By Grégor Puppinck1669385202181

Intervention of Dr Grégor Puppinck, Director of the ECLJ, at the European Parliament on November 23, 2022.

Often, proponents of abortion claim that men have no word on abortion. That we should stay silent. I don’t agree. I think that, as human being, it is my duty to speak up and say the truth. For the sake of the women, of the babies and of the society.

Abortion concerns all of us, because the baby is “one of us”, because men and women are inseparably united in all aspects of life, and especially in the greatest one : love and the gift of life. We all, men and women, have the moral responsibility to address this devastating scourge.
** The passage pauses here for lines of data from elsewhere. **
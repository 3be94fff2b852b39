import { apiRoute, json, parseJsonBody, parseParams } from "@/lib/api/handler";
import { requireRole } from "@/lib/auth/session";
import { commentOnInspection } from "@/lib/data/inspections";
import { idParamsSchema } from "@/lib/schemas/common";
import { commentSchema } from "@/lib/schemas/inspection";

/** A review comment on one section (supervisors and admins). */
export const POST = apiRoute<{ id: string }>(async (request, context) => {
  const member = await requireRole("supervisor", "admin");
  const { id } = await parseParams(context, idParamsSchema);
  const input = await parseJsonBody(request, commentSchema, 20_000);
  return json({ inspection: await commentOnInspection({ member, id, ...input }) }, { status: 201 });
});
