/** METHOD /pattern → who may call it, with which ids and body. Every discovered route needs one. */
const MATRIX: Record<string, Rule> = {
  "GET /share/:token": { who: "public", owners: ["A", "B", "revoked"], ids: (w, o) => ({ token: o === "revoked" ? w.revokedToken : w.token }) },
  "GET /share/:token/pdf": { who: "public", owners: ["A", "B", "revoked"], ids: (w, o) => ({ token: o === "revoked" ? w.revokedToken : w.token }) },
  // A wrong current password: authorised callers get 400, nobody's password changes.
  "POST /api/auth/password": {
    who: "members",
    body: () => ({ data: { currentPassword: "not-the-current-password", newPassword: "lichen-orbit-tallow-9", confirmPassword: "lichen-orbit-tallow-9" } }),
  },
  "POST /api/auth/sign-in": { who: "public", phase: 3, body: () => ({ data: signInTarget }) },
  "POST /api/auth/sign-out": { who: "public", phase: 4 },
  "POST /api/check": { who: "members", body: () => ({ data: CHECK_EXAMPLE }) },
  "GET /api/dev/outbox": { who: "members", query: "?limit=1" },
  "POST /api/email-sends/:id/retry": { who: "reviewers", ids: (w) => ({ id: w.emailSendId }) },
  "GET /api/health": { who: "public" },
  // Already approved: an authorised caller with the right password gets 409.
  "POST /api/inspections/:id/approve": {
    who: "reviewers",
    ids: inspectionIds("approvedInspectionId"),
    body: async (c) => ({ data: { signature: await signatureBody(c), password: c.persona.password || "no-password" } }),
  },
  "POST /api/inspections/:id/comments": { who: "reviewers", ids: inspectionIds("approvedInspectionId"), body: () => ({ data: { section: "general", body: "Security test comment." } }) },
  "PUT /api/inspections/:id/draft": { who: "members", ids: inspectionIds("draftInspectionId"), body: (c) => ({ data: { version: 1, data: c.world.draftData } }) },
  "GET /api/inspections/:id/photos": { who: "members", ids: inspectionIds("draftInspectionId") },
  "POST /api/inspections/:id/photos": {
    who: "members",
    ids: inspectionIds("draftInspectionId"),
    body: async () => ({ multipart: { file: { name: "flue.jpg", mimeType: "image/jpeg", buffer: await jpegBytes() } } }),
  },
  "GET /api/inspections/:id/record": { who: "members", ids: inspectionIds("approvedInspectionId") },
  "POST /api/inspections/:id/repin": { who: "reviewers", ids: inspectionIds("draftInspectionId"), body: (c) => ({ data: { rulebookVersionId: c.world.pinnedRulebookVersionId } }) },
  // A draft cannot be returned: authorised callers get 422.
  "POST /api/inspections/:id/return": { who: "reviewers", ids: inspectionIds("draftInspectionId"), body: () => ({ data: { comments: [{ section: "general", body: "Security test." }] } }) },
  "POST /api/inspections/:id/revise": { who: "reviewers", phase: 2, ids: inspectionIds("approvedInspectionId") },
  "GET /api/inspections/:id": { who: "members", ids: inspectionIds("draftInspectionId") },
  // Approved inspections cannot be submitted: authorised callers get 422.
  "POST /api/inspections/:id/submit": { who: "members", ids: inspectionIds("approvedInspectionId"), body: async (c) => ({ data: { version: 1, signature: await signatureBody(c) } }) },
  // Without a status the list is the review queue, which installers may not read.
  "GET /api/inspections": { who: "reviewers" },
  "GET /api/installers": { who: "members" },
  "GET /api/jobs/:id/inspections": { who: "members", ids: (w) => ({ id: w.jobId }) },
  "POST /api/jobs/:id/inspections": { who: "members", ids: (w) => ({ id: w.jobId }), body: () => ({ data: {} }) },
  "GET /api/jobs/:id": { who: "members", ids: (w) => ({ id: w.jobId }) },
  "PUT /api/jobs/:id": { who: "members", ids: (w) => ({ id: w.jobId }), body: (c) => ({ data: c.world.job }) },
  "GET /api/jobs": { who: "members" },
  "POST /api/jobs": { who: "members", body: () => ({ data: { customerName: `Security Test ${unique("job")}`, siteStreet: "2 Test Row", siteCity: "Testbury" } }) },
  "GET /api/me": { who: "members" },
  "GET /api/members/:id": { who: "admins", ids: (w) => ({ id: w.memberId }) },
  "PATCH /api/members/:id": { who: "admins", ids: (w) => ({ id: w.memberId }), body: () => ({ data: { role: "installer" } }) },
  "GET /api/members": { who: "admins" },
  "POST /api/members": { who: "admins", body: () => ({ data: { name: "Security Created", email: `${unique("created")}@security.test`, role: "installer" } }) },
  "GET /api/photos/:id": { who: "members", ids: (w) => ({ id: w.photoId }) },
  "PATCH /api/photos/:id": { who: "members", ids: (w) => ({ id: w.photoId }), body: () => ({ data: { caption: "security test caption" } }) },
  "DELETE /api/photos/:id": { who: "members", fresh: async (c) => ({ id: await uploadPhoto(adminApis[c.owner as Company]!, c.world.draftInspectionId) }) },
  "GET /api/records/:id/pdf": { who: "members", ids: (w) => ({ id: w.recordId }) },
  "POST /api/records/:id/email": { who: "reviewers", ids: (w) => ({ id: w.recordId }), body: () => ({ data: { to: "security.matrix@homeowner.test", idempotencyKey: unique("key") } }) },
  "POST /api/records/:id/revoke": { who: "reviewers", phase: 2, ids: (w) => ({ id: w.recordId }), body: () => ({ data: { reason: "Security test revocation." } }) },
  "POST /api/records/:id/share-links": { who: "reviewers", ids: (w) => ({ id: w.recordId }), body: () => ({ data: { audience: "homeowner", expiresInDays: 1 } }) },
  "GET /api/rulebooks/:id": { who: "members", ids: (w) => ({ id: w.rulebookId }) },
  "PATCH /api/rulebooks/:id": { who: "reviewers", ids: (w) => ({ id: w.rulebookId }), body: () => ({ data: { description: "Security test copy." } }) },
  "GET /api/rulebooks/:id/versions/:version/csv/:table": { who: "members", ids: (w) => ({ id: w.rulebookId, version: 1, table: RULEBOOK_TABLE_KEYS[0]! }) },
  "GET /api/rulebooks/:id/versions/:version": { who: "members", ids: (w) => ({ id: w.rulebookId, version: 1 }) },
  // The first authorised call saves version 2; later ones are stale (409).
  "POST /api/rulebooks/:id/versions": {
    who: "reviewers",
    ids: (w) => ({ id: w.rulebookId }),
    body: (c) => ({ data: { baseVersionNumber: c.world.rulebookVersionNumber, changeNote: "Security test save.", content: c.world.rulebookContent } }),
  },
  "GET /api/rulebooks": { who: "members" },
  "POST /api/rulebooks": { who: "reviewers", body: (c) => ({ data: { name: `Security copy ${unique("rb")}`, copyFromRulebookId: c.world.defaultRulebookId } }) },
  "DELETE /api/share-links/:id": { who: "reviewers", fresh: async (c) => ({ id: (await createShareToken(adminApis[c.owner as Company]!, c.world.recordId)).id }) },
  // The item's own help text again: a write that changes nothing other specs could see.
  "PATCH /api/site-checks/:id": { who: "admins", ids: (w) => ({ id: w.siteCheckItem.id }), body: (c) => ({ data: { help: c.world.siteCheckItem.help } }) },
  "PUT /api/site-checks/order": { who: "admins", body: (c) => ({ data: { ids: c.world.siteCheckIds } }) },
  "GET /api/site-checks": { who: "members" },
  // Too short a label: authorised callers get 400, so no item joins the list other specs use.
  "POST /api/site-checks": { who: "admins", body: () => ({ data: { label: "x" } }) },
  // Exists only while FLUEWARD_BENCH=1 (benchmarks); a plain 404 in every other run.
  "GET /api/bench/ping": { who: "nobody" },
  "GET /api/verify": { who: "public", query: "?code=ZZZZ-ZZZZ-ZZZZ" },
  "POST /api/verify": { who: "public", body: () => ({ multipart: { file: { name: "record.pdf", mimeType: "application/pdf", buffer: TINY_PDF } } }) },
};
To this day, more than a billion abortions have been accomplished worldwide. Every year, abortion puts an end to a third of European pregnancies, with 4.5 million abortions against 8.5 million births (in the countries of the Council of Europe). Considering the scale of the phenomenon, its causes and its consequences, abortion is a major social problem of public health to which society can and must respond. It must be mentioned from the outset that the main cause of abortion is not the pregnancy itself, but the context in which it occurs. A woman undergoes an abortion, not because of the pregnancy – which is only a triggering factor – but because of particular circumstances, and the same woman, placed in other circumstances, would not necessarily resort to abortion. Abortion is thus the result of a combination of circumstances for which society is in part responsible. In fact, 75% of women who have undergone an abortion indicate having been pushed to do so by social or economic constraints.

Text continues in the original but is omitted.